=== Provided information ===

/* Steps of the network while a vacuum rectifier conducts: the network exact, the current collocated.
 * The input is taken as the parabola through its values at the nodes of Radau IIA (order five); what the parabola does
 * to the network is exact.  The nodes: E. Hairer and G. Wanner, "Solving Ordinary Differential Equations II", 1991,
 * from memory. SPDX-License-Identifier: GPL-3.0-or-later */
#include "supply/collocation.h"

#include <math.h>
#include <string.h>

/* (4 -+ sqrt 6) / 10 and 1. */
static const double node[PLW_STAGES] = {0.15505102572168219018, 0.64494897427831780982, 1};

enum { NEWTON_MOST = 12 };

/* Coefficients of the parabola that is 1 at node j and 0 at the others: constant, linear, square. */
static void lagrange(int j, double coefficient[3]) {
    const double a = node[(j + 1) % 3], b = node[(j + 2) % 3];
    const double scale = 1 / ((node[j] - a) * (node[j] - b));
    coefficient[0] = a * b * scale;
    coefficient[1] = -(a + b) * scale;
    coefficient[2] = scale;
}

/* What stage j does to row `row` of a flow whose last three columns are value, slope and curvature of the input. */
static double by_stage(const double *row, size_t value_column, int j, double step) {
    double c[3];
    lagrange(j, c);
    return row[value_column] * c[0] + row[value_column + 1] * c[1] / step +
           row[value_column + 2] * 2 * c[2] / (step * step);
}

void plw_collocation_make(plw_collocation *collocation, plw_flow *flow, double matrix[PLW_FLOW_WIDTH][PLW_FLOW_WIDTH],
                          const plw_network *network, double step) {
    const size_t n = network->states, value = n + 3, width = n + 6;
    matrix[0][value] = network->input;
    matrix[value][value + 1] = 1;
    matrix[value + 1][value + 2] = 1;
    for (int i = 0; i < PLW_STAGES; i++) {
        plw_flow_make(flow, matrix, width, node[i] * step); /* the last, node 1, is the one that is kept */
        for (int level = 0; level < PLW_FLOW_LEVELS; level++) {
            plw_collocation *here = &collocation[level];
            const double h = ldexp(step, -level);
            const double *first = flow->change[level][0];
            memcpy(here->row[i], first, n * sizeof(double));
            here->row[i][0] += 1;
            here->row[i][n] = first[n + 1];
            here->row[i][n + 1] = first[n + 2];
            for (int j = 0; j < PLW_STAGES; j++) {
                here->by_input[i][j] = by_stage(first, value, j, h);
            }
            for (size_t row = 0; i == PLW_STAGES - 1 && row <= n; row++) {
                for (int j = 0; j < PLW_STAGES; j++) {
                    here->end_by_input[row][j] = by_stage(flow->change[level][row], value, j, h);
                }
            }
        }
    }
}

static double input_at(const plw_engine *engine, double emf, double first_state, double *slope) {
    const plw_rectifier_law *law = &engine->network.law;
    if (engine->network.choke_input) {
        double first_amps;
        return plw_choke_volts(law, emf, first_state, slope, &first_amps);
    }
    const double amps = plw_path_amps(law, emf - first_state, slope);
    *slope = -*slope;
    return amps;
}

/* Inverse of the 3 by 3 matrix  1 - by_input diag(slope),  by cofactors. */
static void invert(const double by_input[3][3], const double *slope, double inverse[3][3]) {
    double m[3][3];
    for (int i = 0; i < 3; i++) {
        for (int j = 0; j < 3; j++) {
            m[i][j] = (i == j) - by_input[i][j] * slope[j];
        }
    }
    for (int i = 0; i < 3; i++) {
        const int i1 = (i + 1) % 3, i2 = (i + 2) % 3;
        for (int j = 0; j < 3; j++) {
            const int j1 = (j + 1) % 3, j2 = (j + 2) % 3;
            inverse[j][i] = m[i1][j1] * m[i2][j2] - m[i1][j2] * m[i2][j1];
        }
    }
    const double determinant = m[0][0] * inverse[0][0] + m[0][1] * inverse[1][0] + m[0][2] * inverse[2][0];
    for (int i = 0; i < 3; i++) {
        for (int j = 0; j < 3; j++) {
            inverse[i][j] /= determinant;
        }
    }
}

/* Newton on the first state at the three stages. */
static void solve_stages(const plw_engine *engine, const plw_collocation *operators, const double emf[3],
                         const double alone[3], double tolerance, plw_collocated *found) {
    for (int iteration = 0; iteration < NEWTON_MOST; iteration++) {
        for (int i = 0; i < 3; i++) {
            found->input[i] = input_at(engine, emf[i], found->first_state[i], &found->slope[i]);
        }
        invert(operators->by_input, found->slope, found->inverse);
        double miss[3], largest = 0;
        for (int i = 0; i < 3; i++) {
            miss[i] = alone[i] - found->first_state[i];
            for (int j = 0; j < 3; j++) {
                miss[i] += operators->by_input[i][j] * found->input[j];
            }
        }
        double move[3];
        for (int i = 0; i < 3; i++) {
            move[i] = found->inverse[i][0] * miss[0] + found->inverse[i][1] * miss[1] + found->inverse[i][2] * miss[2];
            largest = fmax(largest, fabs(move[i]));
        }
        for (int i = 0; i < 3; i++) {
            found->first_state[i] += move[i];
            found->input[i] += found->slope[i] * move[i];
        }
        if (largest <= tolerance) {
            return; /* what is left is of the order of the square of the last move */
        }
    }
}

void plw_collocate(const plw_engine *engine, int level, double angle, double load_amps, const double *start,
                   plw_collocated *found, double *end) {
    const plw_network *network = &engine->network;
    const plw_collocation *operators = &engine->collocation[level];
    const plw_flow *flow = &engine->flow[PLW_MODE_CURVED];
    const size_t n = network->states;
    double emf[3], alone[3];
    for (int i = 0; i < 3; i++) {
        const double *row = operators->row[i];
        emf[i] = plw_engine_emf(engine, angle + node[i] * flow->step[level]);
        alone[i] = row[n] * load_amps + row[n + 1];
        for (size_t j = 0; j < n; j++) {
            alone[i] += row[j] * start[j];
        }
        found->first_state[i] = start[0];
    }
    const double scale = network->choke_input ? fabs(start[0]) + 1e-3 : network->law.peak_volts;
    solve_stages(engine, operators, emf, alone, 1e-7 * scale, found);
    for (size_t i = 0; i <= n; i++) {
        const double *row = flow->change[level][i];
        double sum = row[n + 1] * load_amps + row[n + 2];
        for (size_t j = 0; j < n; j++) {
            sum += row[j] * start[j];
        }
        for (int j = 0; j < 3; j++) {
            sum += operators->end_by_input[i][j] * found->input[j];
        }
        end[i] = start[i] + sum;
    }
}

void plw_collocation_derivative(const plw_engine *engine, int level, const plw_collocated *found,
                                double by[PLW_ROWS_MOST][PLW_STATES_MOST + 1],
                                double change[PLW_ROWS_MOST][PLW_STATES_MOST + 1]) {
    const plw_collocation *operators = &engine->collocation[level];
    const size_t n = engine->network.states;
    for (size_t column = 0; column <= n; column++) {
        double alone[3], input[3];
        for (int i = 0; i < 3; i++) {
            alone[i] = column == n ? operators->row[i][n] : 0;
            for (size_t j = 0; j < n; j++) {
                alone[i] += operators->row[i][j] * by[j][column];
            }
        }
        for (int i = 0; i < 3; i++) {
            const double *inverse = found->inverse[i];
            input[i] = found->slope[i] * (inverse[0] * alone[0] + inverse[1] * alone[1] + inverse[2] * alone[2]);
        }
        for (size_t i = 0; i <= n; i++) {
            for (int j = 0; j < 3; j++) {
                change[i][column] += operators->end_by_input[i][j] * input[j];
            }
        }
    }
}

===

All of the material should be set down exactly as it reads.

/* Steps of the network while a vacuum rectifier conducts: the network exact, the current collocated.
 * The input is taken as the parabola through its values at the nodes of Radau IIA (order five); what the parabola does
 * to the network is exact.  The nodes: E. Hairer and G. Wanner, "Solving Ordinary Differential Equations II", 1991,
 * from memory. SPDX-License-Identifier: GPL-3.0-or-later */
#include "supply/collocation.h"

#include <math.h>
#include <string.h>

/* (4 -+ sqrt 6) / 10 and 1. */
static const double node[PLW_STAGES] = {0.15505102572168219018, 0.64494897427831780982, 1};

enum { NEWTON_MOST = 12 };

/* Coefficients of the parabola that is 1 at node j and 0 at the others: constant, linear, square. */
static void lagrange(int j, double coefficient[3]) {
    const double a = node[(j + 1) % 3], b = node[(j + 2) % 3];
    const double scale = 1 / ((node[j] - a) * (node[j] - b));
    coefficient[0] = a * b * scale;
    coefficient[1] = -(a + b) * scale;
    coefficient[2] = scale;
}

/* What stage j does to row `row` of a flow whose last three columns are value, slope and curvature of the input. */
static double by_stage(const double *row, size_t value_column, int j, double step) {
    double c[3];
    lagrange(j, c);
    return row[value_column] * c[0] + row[value_column + 1] * c[1] / step +
           row[value_column + 2] * 2 * c[2] / (step * step);
}

void plw_collocation_make(plw_collocation *collocation, plw_flow *flow, double matrix[PLW_FLOW_WIDTH][PLW_FLOW_WIDTH],
                          const plw_network *network, double step) {
    const size_t n = network->states, value = n + 3, width = n + 6;
    matrix[0][value] = network->input;
    matrix[value][value + 1] = 1;
    matrix[value + 1][value + 2] = 1;
    for (int i = 0; i < PLW_STAGES; i++) {
        plw_flow_make(flow, matrix, width, node[i] * step); /* the last, node 1, is the one that is kept */
        for (int level = 0; level < PLW_FLOW_LEVELS; level++) {
            plw_collocation *here = &collocation[level];
            const double h = ldexp(step, -level);
            const double *first = flow->change[level][0];
            memcpy(here->row[i], first, n * sizeof(double));
            here->row[i][0] += 1;
            here->row[i][n] = first[n + 1];
            here->row[i][n + 1] = first[n + 2];
            for (int j = 0; j < PLW_STAGES; j++) {
                here->by_input[i][j] = by_stage(first, value, j, h);
            }
            for (size_t row = 0; i == PLW_STAGES - 1 && row <= n; row++) {
                for (int j = 0; j < PLW_STAGES; j++) {
                    here->end_by_input[row][j] = by_stage(flow->change[level][row], value, j, h);
                }
            }
        }
    }
}

static double input_at(const plw_engine *engine, double emf, double first_state, double *slope) {
    const plw_rectifier_law *law = &engine->network.law;
    if (engine->network.choke_input) {
        double first_amps;
        return plw_choke_volts(law, emf, first_state, slope, &first_amps);
    }
    const double amps = plw_path_amps(law, emf - first_state, slope);
    *slope = -*slope;
    return amps;
}

/* Inverse of the 3 by 3 matrix  1 - by_input diag(slope),  by cofactors. */
static void invert(const double by_input[3][3], const double *slope, double inverse[3][3]) {
    double m[3][3];
    for (int i = 0; i < 3; i++) {
        for (int j = 0; j < 3; j++) {
            m[i][j] = (i == j) - by_input[i][j] * slope[j];
        }
    }
    for (int i = 0; i < 3; i++) {
        const int i1 = (i + 1) % 3, i2 = (i + 2) % 3;
        for (int j = 0; j < 3; j++) {
            const int j1 = (j + 1) % 3, j2 = (j + 2) % 3;
            inverse[j][i] = m[i1][j1] * m[i2][j2] - m[i1][j2] * m[i2][j1];
        }
    }
    const double determinant = m[0][0] * inverse[0][0] + m[0][1] * inverse[1][0] + m[0][2] * inverse[2][0];
    for (int i = 0; i < 3; i++) {
        for (int j = 0; j < 3; j++) {
            inverse[i][j] /= determinant;
        }
    }
}

/* Newton on the first state at the three stages. */
static void solve_stages(const plw_engine *engine, const plw_collocation *operators, const double emf[3],
                         const double alone[3], double tolerance, plw_collocated *found) {
    for (int iteration = 0; iteration < NEWTON_MOST; iteration++) {
        for (int i = 0; i < 3; i++) {
            found->input[i] = input_at(engine, emf[i], found->first_state[i], &found->slope[i]);
        }
        invert(operators->by_input, found->slope, found->inverse);
        double miss[3], largest = 0;
        for (int i = 0; i < 3; i++) {
            miss[i] = alone[i] - found->first_state[i];
            for (int j = 0; j < 3; j++) {
                miss[i] += operators->by_input[i][j] * found->input[j];
            }
        }
        double move[3];
        for (int i = 0; i < 3; i++) {
            move[i] = found->inverse[i][0] * miss[0] + found->inverse[i][1] * miss[1] + found->inverse[i][2] * miss[2];
            largest = fmax(largest, fabs(move[i]));
        }
        for (int i = 0; i < 3; i++) {
            found->first_state[i] += move[i];
            found->input[i] += found->slope[i] * move[i];
        }
        if (largest <= tolerance) {
            return; /* what is left is of the order of the square of the last move */
        }
    }
}

void plw_collocate(const plw_engine *engine, int level, double angle, double load_amps, const double *start,
                   plw_collocated *found, double *end) {
    const plw_network *network = &engine->network;
    const plw_collocation *operators = &engine->collocation[level];
    const plw_flow *flow = &engine->flow[PLW_MODE_CURVED];
    const size_t n = network->states;
    double emf[3], alone[3];
    for (int i = 0; i < 3; i++) {
        const double *row = operators->row[i];
        emf[i] = plw_engine_emf(engine, angle + node[i] * flow->step[level]);
        alone[i] = row[n] * load_amps + row[n + 1];
        for (size_t j = 0; j < n; j++) {
            alone[i] += row[j] * start[j];
        }
        found->first_state[i] = start[0];
    }
    const double scale = network->choke_input ? fabs(start[0]) + 1e-3 : network->law.peak_volts;
    solve_stages(engine, operators, emf, alone, 1e-7 * scale, found);
    for (size_t i = 0; i <= n; i++) {
        const double *row = flow->change[level][i];
        double sum = row[n + 1] * load_amps + row[n + 2];
        for (size_t j = 0; j < n; j++) {
            sum += row[j] * start[j];
        }
        for (int j = 0; j < 3; j++) {
            sum += operators->end_by_input[i][j] * found->input[j];
        }
        end[i] = start[i] + sum;
    }
}

void plw_collocation_derivative(const plw_engine *engine, int level, const plw_collocated *found,
                                double by[PLW_ROWS_MOST][PLW_STATES_MOST + 1],
                                double change[PLW_ROWS_MOST][PLW_STATES_MOST + 1]) {
    const plw_collocation *operators = &engine->collocation[level];
    const size_t n = engine->network.states;
    for (size_t column = 0; column <= n; column++) {
        double alone[3], input[3];
        for (int i = 0; i < 3; i++) {
            alone[i] = column == n ? operators->row[i][n] : 0;
            for (size_t j = 0; j < n; j++) {
                alone[i] += operators->row[i][j] * by[j][column];
            }
        }
        for (int i = 0; i < 3; i++) {
            const double *inverse = found->inverse[i];
            input[i] = found->slope[i] * (inverse[0] * alone[0] + inverse[1] * alone[1] + inverse[2] * alone[2]);
        }
        for (size_t i = 0; i <= n; i++) {
            for (int j = 0; j < 3; j++) {
                change[i][column] += operators->end_by_input[i][j] * input[j];
            }
        }
    }
}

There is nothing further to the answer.